I was never a big follower of footy, even when I played. I was in the State squad and didn’t even know some of the players when we turned up to train for the first time together.

I don’t have a passion for footy. I had my time with footy and I do different stuff now.

I watch it with a different interest now. I like to see people that I know who are involved with the AFL having success. I like seeing Justin Leppitsch involved, Chris Scott, Nigel Lappin and Simon Black.

I get down to see my son Jordon play in the Lions Reserves occasionally, and it is probably the most footy that I watch these days.

Who would you rate as your toughest opponent?

From a skill point of view, it was certainly Simon Madden. He had all the tricks.

Which were the teams and grounds that you really disliked heading to when playing away?

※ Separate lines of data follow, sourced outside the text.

import pandas as pd

__all__ = [
    "STORE_FILE",
    "LOCK_FILE",
    "SCHEMA_VERSION",
    "StoreError",
    "StoreLockedError",
    "StoreNotFoundError",
    "RunStore",
    "EncodedCase",
    "encode_case",
    "orcscreen_version",
    "to_json",
]

STORE_FILE = "run.sqlite"
LOCK_FILE = "run.lock"
SCHEMA_VERSION = 1

_SCHEMA = """
CREATE TABLE IF NOT EXISTS cases (
    case_key    TEXT PRIMARY KEY,
    case_index  INTEGER,
    fluid       TEXT,
    layout      TEXT,
    sweep       TEXT NOT NULL,
    status      TEXT NOT NULL,
    reason      TEXT NOT NULL,
    row         TEXT NOT NULL,
    detail      TEXT,
    elapsed_s   REAL,
    finished_at TEXT NOT NULL
);
CREATE INDEX IF NOT EXISTS cases_by_index ON cases (case_index);
CREATE TABLE IF NOT EXISTS meta (
    key   TEXT PRIMARY KEY,
    value TEXT
);
"""


class StoreError(RuntimeError):
    """The run store cannot be used; the message says why and what to do."""


class StoreLockedError(StoreError):
    """Another run holds the lock of this output directory."""


class StoreNotFoundError(StoreError, FileNotFoundError):
    """No run store in the given directory (and the caller asked not to create one)."""


def orcscreen_version() -> str:
    """Installed version of orcscreen (package metadata), "unknown" if not installed."""
    try:
        return metadata.version("orcscreen")
    except metadata.PackageNotFoundError:
        return "unknown"


def _now() -> str:
    return datetime.now(timezone.utc).isoformat(timespec="seconds")


def _plain(value: Any) -> Any:
    """json.dumps fallback: numpy scalars and arrays, tuples, sets -> plain Python."""
    if hasattr(value, "tolist"):
        return value.tolist()
    if isinstance(value, (set, frozenset)):
        return sorted(value)
    raise TypeError(f"cannot store a value of type {type(value).__name__} as JSON: {value!r}")
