def test_the_shipped_study_finds_a_blend_above_its_components(hot_spring_rows):
    """In the shipped scenario too (105 °C water, cooling water rising 8 K), the best
    isobutane/isopentane blend beats pure isobutane and isopentane (Heberle et al. 2012,
    qualitative), and the optimised composition is at least as good as the listed ones."""
    ok = [r for _, r, _ in hot_spring_rows if r["status"] == "ok" and r["layout"] == "basic"]
    pure = max(r["net_power_kW"] for r in ok if r["coolprop_name"] in ("IsoButane", "Isopentane"))
    blends = [r for r in ok if r["coolprop_name"].startswith("IsoButane[")]
    assert max(r["net_power_kW"] for r in blends) > pure
    searched = [r for r in blends if r["first_component_mole_fraction"] not in (0.3, 0.5, 0.7)]
    assert len(searched) == 1
    assert searched[0]["net_power_kW"] >= max(r["net_power_kW"] for r in blends) * (1 - 5e-4)
    for r in blends:
        assert 0.0 < r["first_component_mass_fraction"] < r["first_component_mole_fraction"]  # isobutane is lighter


@pytest.mark.parametrize("layout", ["basic", "recuperated"])
def test_a_mixture_design_off_design(layout):
    """A year for a mixture: the solver given the design condition returns the design (1e-9);
    in warmer air the power falls, energy closes, and both approaches stay positive on the
    engine's checked off-design profiles, whose glide zones are named for the areas."""
    from orcscreen import offdesign as od
    from orcscreen.areas import segment_zones

    study = study_from_dict({"source": {"kind": "brine", "inlet_temperature_C": 130.0, "mass_flow_kg_s": 30.0},
                             "sink": {"kind": "air", "inlet_temperature_C": 14.0},
                             "fluids": {"include": ["isobutane"],
                                        "mixtures": [{"components": ["isobutane", "isopentane"], "mole_fractions": [0.6]}]},
                             "cycle": {"layouts": [layout]}})
    case = [c for c in study.cases() if "&" in c.fluid][0]
    ctx = api.case_context(case, api.fluid_catalogue.get_info(case.fluid))
    L = LAYOUTS[layout]
    opt = optimise(L, ctx)
    assert not isinstance(opt, tuple), opt
    r, hw = opt.cycle, od.hardware_of(opt.cycle, ctx)
    p = od.operating_point(L, ctx, hw, ctx.sink.T_in_K)
    assert p.running, p.reason
    assert p.W_net_W == pytest.approx(r.W_net_W, rel=1e-9)
    W = [p.W_net_W]
    for T in (20.0, 26.0):
        q = od.operating_point(L, ctx, hw, T + 273.15, guess=(p.T_evap_K, p.T_cond_K))
        assert q.running, (T, q.reason)
        res = q.result
        assert res.Q_in_W + res.W_pump_W == pytest.approx(res.Q_out_W + res.W_turbine_W, rel=1e-9)
        assert q.profiles["condenser"].min_approach_K > 0.0 and q.profiles["evaporator"].min_approach_K > 0.0
        assert "condensation" in segment_zones(q.profiles["condenser"], "condenser")
        W.append(q.W_net_W)
    assert W[0] > W[1] > W[2]


def test_the_report_says_a_mixture_has_no_blend_class():
    """A mixture without an ASHRAE 34 blend class: the report's cautions say its class is taken
    from its components, not an assigned class (its row's caution says so too)."""
    from orcscreen.report import fluid_cautions

    info = api.fluid_catalogue.get_info("IsoButane[0.600000]&Isopentane[0.400000]")
    caution = api.fluid_catalogue.caution_text(info)
    lines = fluid_cautions({"safety_class": info.safety_class, "caution": caution, "gwp100": float("nan")})
    assert lines[0].startswith("Not classified by ASHRAE 34 as a blend") and "A3" in lines[0]
    assert not any(line.startswith("ASHRAE 34 class") for line in lines)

Princes Park – as they were always tough games against Carlton, Hawthorn and Fitzroy.

The worst grounds were Moorabbin and the Western Oval.

I swear at the Western Oval they always turned off the hot water so you could never have a hot shower after the game. At Moorabbin, they not only turned off the hot water but they also watered the ground so that it was always a mudhole!

There were some times that we travelled back to Geelong on the bus covered in mud to open up the change rooms and have a shower down there.

If you were the CEO of the AFL today what is the one rule that you would change?

I would make sure that all change rooms have really big shower heads like they used to have at VFL Park back in the day (laughs).